Сделайте с этой же целью «Неизвестного матроса» главной фигурой Новороссийской десантной операции. Его облик в памятнике статичен, но экскурсовод может несколькими штрихами показать этого богатыря накануне решающей битвы, передать его внешне спокойную сосредоточенность и накал страстей в душе, волевую собранность и готовность к любому повороту. Не бойтесь рисовать остроконфликтные ситуации, временную растерянность и замешательство, лихорадочные поиски выхода. Победа оплачена дорогой ценой, боевой опыт стоил многих жертв, просчёты и ошибки – крови. Слушатели должны сделать вывод, что война – это гигантский труд, работа мышц и ума. Воспитать патриота можно лишь тогда, когда сам будешь убеждённым патриотом, когда захочешь поделиться наблюдениями и раздумьями.
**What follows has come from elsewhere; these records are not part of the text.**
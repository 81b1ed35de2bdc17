import { passwordResetAnswerSchema, type PasswordResetComplete } from '@shared/schemas/accounts';
import { request, apiPath } from './http';

/** Always the same answer, whether or not the address has an account. */
export const requestPasswordReset = (email: string): Promise<{ message: string }> =>
  request('POST', apiPath('auth', 'password-reset'), passwordResetAnswerSchema, { email });

export const completePasswordReset = (body: PasswordResetComplete): Promise<void> =>
  request('POST', apiPath('auth', 'password-reset', 'complete'), undefined, body);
Этого невозможно добиться только на время экскурсии, всякая же фальшь и риторика будут немедленно распознаны аудиторией».

В 1972 мне вручили удостоверение «Лучший экскурсовод» – первому в Новороссийске, а через полгода, с дипломом университета, я уехал к матери в Сибирь и открыл ещё одно направление своей жизни. Вскоре после отъезда Новороссийску было присвоено звание города-героя. Я не удивился, услышав радостную весть. После экскурсий меня часто спрашивали: «А почему Новороссийск не город-герой?» И я уверенно отвечал: «Дойдет очередь и до Новороссийска». Дошла.